O GLOBO
Meu nome é Ali Ahmad Kamel Ali Harfouche, e tenho orgulho da minha origem árabe. Meu pai, Ahmad Kamel Harfouche, é sírio, assim como meu avô materno, Muhammed Ali, que viveu aqui por sessenta anos até morrer em 1989. Filho e neto de imigrantes, convivi com muitos deles ao longo da vida, o que me permite identificar dois tipos; aquele que vem ao país para trabalhar, acumular capital, com o projeto permanente de voltar à terra natal, e aquele que vem ao país para trabalhar, acumular capital e deitar raízes. Um não é melhor do que o outro, mas as estratégias de vida são diferentes.
Os primeiros procuram viver de uma maneira mais isolada, mantêm a família ligada aos costumes do seu país de origem, controlam mais os filhos para que não se casem fora da colônia. Os segundos abrem as portas de sua casa para os costumes do país, matriculam seus filhos em escolas da localidade, estimulam que os filhos se eduquem dentro dos costumes locais. Entre os árabes, é comum que traduzam os próprios nomes por aproximação fonética, embora os significados reais sejam bem diferentes: Ahmad vira Armando; Kamel, Camilo; Muhammed, Mamede; Nadin, Aladim.
Meu pai é do segundo tipo de imigrantes, assim como foi meu avô.
Eu nunca me afastei das tradições da Síria, conheço o país em que vive a maior parte da minha família: adoro a culinária, o povo, a cultura. Mas me sinto tão brasileiro quanto qualquer José da Silva, não me sinto menos brasileiro do que qualquer brasileiro de quatrocentos anos de tradição. Sou brasileiríssimo, e ponto. E assim sou reconhecido por todos que me cercam.

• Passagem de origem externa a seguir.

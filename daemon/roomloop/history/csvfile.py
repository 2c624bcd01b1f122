"""A zone's history as CSV: written by ``roomloop history --csv``, read by ``--history FILE``.

Columns (DESIGN.md glossary, "history"): ``time,temperature,relay`` required,
``setpoint``, ``outdoor`` and ``fail_safe`` optional, in any order. ``time`` is
ISO 8601 (with an offset, or without one in the site's time zone) or POSIX
seconds. A local time without an offset is read as the site's zone has it; across a
clock change (:func:`parse_time`), the hour the clocks go back over occurs twice and is
read as its first pass unless that would go back from the row before (then as its
second), and a time in the hour the clocks go forward over does not exist and is refused.
Temperatures are in the site's units (``C`` or ``F``), finite and within
:data:`~roomloop.core.state.PLAUSIBLE_C` (-100 to 200 C, -148 to 392 F: the bounds the
service holds every saved temperature to: nothing a room, pipe or the outdoor air reads
is beyond them, so a value outside is a broken file, not a reading); ``relay`` and
``fail_safe`` are ``0`` or ``1``. An empty ``temperature`` is a tick without a
reliable temperature. Rows must go forward in time: each row's time, as read, later
than the row before (the export writes times to the millisecond, so ticks less than a
second apart keep their order).

Every mistake is one line ``FILE:LINE: message`` (:class:`CsvError`, exit 2).
"""

from __future__ import annotations

import csv
import datetime as dt
import math
from collections.abc import Iterable, Iterator
from dataclasses import dataclass
from pathlib import Path
from typing import TextIO
from zoneinfo import ZoneInfo

from roomloop.core.state import PLAUSIBLE_C
from roomloop.errors import ConfigError, ConfigProblem
from roomloop.history.store import ZoneHistory
from roomloop.units import from_celsius, to_celsius

REQUIRED = ("time", "temperature", "relay")
OPTIONAL = ("setpoint", "outdoor", "fail_safe")
EXPORTED = ("time", "temperature", "relay", "setpoint", "fail_safe")


class CsvError(ConfigError):
    """A history CSV the tools cannot read: every problem as ``FILE:LINE: message``."""


def _to_site(value_c: float, units: str) -> float:
    return from_celsius(value_c, units)


def _from_site(value: float, units: str) -> float:
    return to_celsius(value, units)


def write_csv(history: ZoneHistory, out: TextIO, *, tz: ZoneInfo, units: str) -> int:
    """Write ``history`` as CSV (times in ``tz`` with their offset, to the millisecond); rows
    written. An ``outdoor`` column follows when the history has the outdoor temperature.

    A command wakes a zone for an extra step, so two ticks may fall in one second: times are
    written to the millisecond (what the history file keeps, :func:`~roomloop.history.store.
    pack_chunk`) and ticks of one millisecond once, as the later (the state that then held),
    so every row's time is later than the one before and the file reads back.
    """
    writer = csv.writer(out, lineterminator="\n")
    outdoor = history.outdoor
    writer.writerow(EXPORTED + (("outdoor",) if outdoor is not None else ()))
    stamps = [round(at * 1000.0) for at in history.time]
    rows = 0
    for k, ms in enumerate(stamps):
        if k + 1 < len(stamps) and stamps[k + 1] == ms:
            continue  # the next tick has the same time: it is written instead
        when = dt.datetime.fromtimestamp(ms / 1000.0, tz).isoformat(timespec="milliseconds")
        temp = history.temperature[k]
        setpoint = history.setpoint[k]
        row: tuple[object, ...] = (
            when,
            "" if temp is None else f"{_to_site(temp, units):.3f}",
            1 if history.relay[k] else 0,
            "" if setpoint is None else f"{_to_site(setpoint, units):.3f}",
            1 if history.fail_safe[k] else 0,
        )
        if outdoor is not None:
            value = outdoor[k]
            row += ("" if value is None else f"{_to_site(value, units):.3f}",)
        writer.writerow(row)
        rows += 1
    return rows


class LocalTimeGap(ValueError):
    """A local time the clocks went forward over: it never happened in the zone."""


def parse_time(text: str, tz: ZoneInfo, *, after: float | None = None) -> float:
    """ISO 8601 (with an offset, or in ``tz``) or POSIX seconds, to POSIX seconds.

    A local time (no offset) is read in ``tz``. When the clocks go back, the repeated
    local times stand for two instants: the first (``fold=0``) is taken, unless it is not
    later than ``after`` (the row before) while the second (``fold=1``) is, so rows that go
    on through the repeated hour read forward. When the clocks go forward, the skipped
    local times never happened: :class:`LocalTimeGap` (a ValueError), rather than a guess
    at which instant was meant.
    """
    text = text.strip()
    try:
        value = float(text)
    except ValueError:
        pass
    else:
        if not math.isfinite(value):
            raise ValueError(f"{text!r} is not a time")
        return value
    try:
        when = dt.datetime.fromisoformat(text)
    except ValueError:
        raise ValueError(
            f"{text!r} is not a time (ISO 8601 such as 2026-01-05T07:00:00+01:00, "
            "or POSIX seconds)"
        ) from None
    if when.tzinfo is not None:
        return when.timestamp()
    return _local_time(when, tz, text, after)


def _local_time(naive: dt.datetime, tz: ZoneInfo, text: str, after: float | None) -> float:
    """The POSIX time of a local time in ``tz`` (see :func:`parse_time`)."""
    first = naive.replace(tzinfo=tz, fold=0)
    second = naive.replace(tzinfo=tz, fold=1)
    # exact arithmetic (no float): a local time the zone never shows does not come back
    back = first.astimezone(dt.UTC).astimezone(tz).replace(tzinfo=None)
    if back != naive:
        raise LocalTimeGap(
            f"{text!r} does not exist in {tz.key} (the clocks go forward over it): "
            "give the time with its offset"
        )
    early, late = first.timestamp(), second.timestamp()
    if after is not None and early <= after < late:
        return late
    return early


def _flag(text: str, column: str) -> bool:
    value = text.strip()
    if value in ("0", "1"):
        return value == "1"
    raise ValueError(f"{column} must be 0 or 1, not {text!r}")


def _number(text: str, column: str, *, empty_ok: bool) -> float | None:
    value = text.strip()
    if not value:
        if empty_ok:
            return None
        raise ValueError(f"{column} is empty")
    try:
        number = float(value)
    except ValueError:
        raise ValueError(f"{column} {text!r} is not a number") from None
    if not math.isfinite(number):
        raise ValueError(f"{column} {text!r} is not a finite number")
    return number


def read_csv(path: str | Path, *, zone: str, tz: ZoneInfo, units: str) -> ZoneHistory:
    """Read a history CSV into a :class:`ZoneHistory` (Celsius inside); :class:`CsvError`."""
    name = str(path)
    try:
        # utf-8-sig: a byte-order mark (spreadsheets write one) is not part of the header
        with open(path, newline="", encoding="utf-8-sig") as handle:
            return _read(handle, name, zone=zone, tz=tz, units=units)
    except OSError as exc:
        raise CsvError(
            [ConfigProblem(name, None, "", f"cannot read: {exc.strerror or exc}")]
        ) from None
    except UnicodeDecodeError:
        raise CsvError(
            [ConfigProblem(name, None, "", "not a text file (UTF-8 CSV expected)")]
        ) from None


def _problem(file: str, line: int, message: str) -> ConfigProblem:
    return ConfigProblem(file, line, "", message)


def _read(handle: Iterable[str], file: str, *, zone: str, tz: ZoneInfo, units: str) -> ZoneHistory:
    reader = csv.reader(handle)
    index = _header(reader, file)
    out = ZoneHistory(zone)
    if "outdoor" in index:
        out.outdoor = []
    problems: list[ConfigProblem] = []
    last: float | None = None
    try:
        for row in reader:
            line = reader.line_num
            if not row or all(not cell.strip() for cell in row):
                continue
            if len(row) != len(index):
                problems.append(
                    _problem(file, line, f"{len(row)} fields, the header has {len(index)}")
                )
                continue
            try:
                parsed = _parse_row(row, index, tz, last, units)
            except ValueError as exc:
                problems.append(_problem(file, line, str(exc)))
                continue
            if last is not None and parsed.time <= last:
                problems.append(
                    _problem(file, line, "time does not go forward (rows must be in time order)")
                )
                continue
            last = parsed.time
            _append(out, parsed, units)
            if len(problems) >= 20:
                break
    except csv.Error as exc:
        problems.append(_problem(file, reader.line_num, str(exc)))
    if problems:
        raise CsvError(problems)
    return out


def _header(reader: Iterator[list[str]], file: str) -> dict[str, int]:
    """The header's columns by name and index, or :class:`CsvError` naming what is wrong."""
    try:
        header = next(reader)
    except StopIteration:
        raise CsvError(
            [_problem(file, 1, "empty file: the header time,temperature,relay is missing")]
        ) from None
    except csv.Error as exc:
        raise CsvError([_problem(file, 1, str(exc))]) from None
    columns = [h.strip().lower() for h in header]
    problems: list[ConfigProblem] = []
    missing = [c for c in REQUIRED if c not in columns]
    unknown = [c for c in columns if c not in REQUIRED + OPTIONAL]
    if missing:
        problems.append(
            _problem(file, 1, f"missing column(s) {', '.join(missing)} (header: "
                     "time,temperature,relay[,setpoint][,outdoor][,fail_safe])")
        )
    if unknown:
        problems.append(
            _problem(file, 1, f"unknown column(s) {', '.join(unknown)} (known: "
                     + ", ".join(REQUIRED + OPTIONAL) + ")")
        )
    if len(set(columns)) != len(columns):
        problems.append(_problem(file, 1, "a column is named twice"))
    if problems:
        raise CsvError(problems)
    return {c: columns.index(c) for c in columns}


@dataclass(frozen=True, slots=True)
class _Row:
    """One data row, in the file's units; None where a cell is empty."""

    time: float
    temperature: float | None
    relay: bool
    setpoint: float | None
    outdoor: float | None
    fail_safe: bool


def _parse_row(
    row: list[str], index: dict[str, int], tz: ZoneInfo, after: float | None, units: str
) -> _Row:
    """The row's values (``after``: the time of the row before); ValueError with the
    message for the row's line."""
    low, high = (_to_site(bound, units) for bound in PLAUSIBLE_C)

    def number(column: str) -> float | None:
        if column not in index:
            return None
        value = _number(row[index[column]], column, empty_ok=True)
        if value is not None and not low <= value <= high:
            raise ValueError(
                f"{column} {row[index[column]].strip()!r} is outside {low:.0f} to {high:.0f} "
                f"{units} (no room, pipe or outdoor air reads beyond that)"
            )
        return value

    at = parse_time(row[index["time"]], tz, after=after)
    temperature = number("temperature")
    relay = _flag(row[index["relay"]], "relay")
    setpoint = number("setpoint")
    outdoor = number("outdoor")
    fail_safe = _flag(row[index["fail_safe"]], "fail_safe") if "fail_safe" in index else False
    return _Row(at, temperature, relay, setpoint, outdoor, fail_safe)


def _append(out: ZoneHistory, row: _Row, units: str) -> None:
    """Add one row to the history, in Celsius (a CSV carries no level, mode or terms)."""

    def celsius(value: float | None) -> float | None:
        return None if value is None else _from_site(value, units)

    out.time.append(row.time)
    out.temperature.append(celsius(row.temperature))
    out.relay.append(row.relay)
    out.setpoint.append(celsius(row.setpoint))
    if out.outdoor is not None:
        out.outdoor.append(celsius(row.outdoor))
    out.fail_safe.append(row.fail_safe)
    out.level.append("")
    out.mode.append("")
    out.anticipator_k.append(0.0)
    out.droop_k.append(0.0)
    out.reason.append("")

Faço todo esse preâmbulo para comentar, com a serenidade que o tempo permite, os distúrbios na França no fim do ano passado. Muitos já escreveram apropriadamente que a situação de exclusão em que se encontram os descendentes de imigrantes é o que explica aquela situação. Longe de mim dizer que o racismo e a xenofobia não são um problema na França. Ao contrário, eu sinto isso na pele toda vez que vou lá. Se, em geral, eu não sou parado nos aeroportos da Europa e, nos EUA, isso aconteça comigo apenas raramente, na França nunca houve exceção: meu nome e minhas feições árabes me levam a ser parado sempre. Certa vez, numa loja, a vendedora não se constrangeu ao me perguntar se o cartão de crédito era “mesmo” meu, insinuando que eu o teria roubado. Em outra ocasião, fui atendido tão mal numa loja (gritos, seguranças a me cercar) que eu decidi voltar ao Brasil no mesmo dia: se não queriam o meu dinheiro de turista, tudo bem, eu o gastaria em meu próprio país.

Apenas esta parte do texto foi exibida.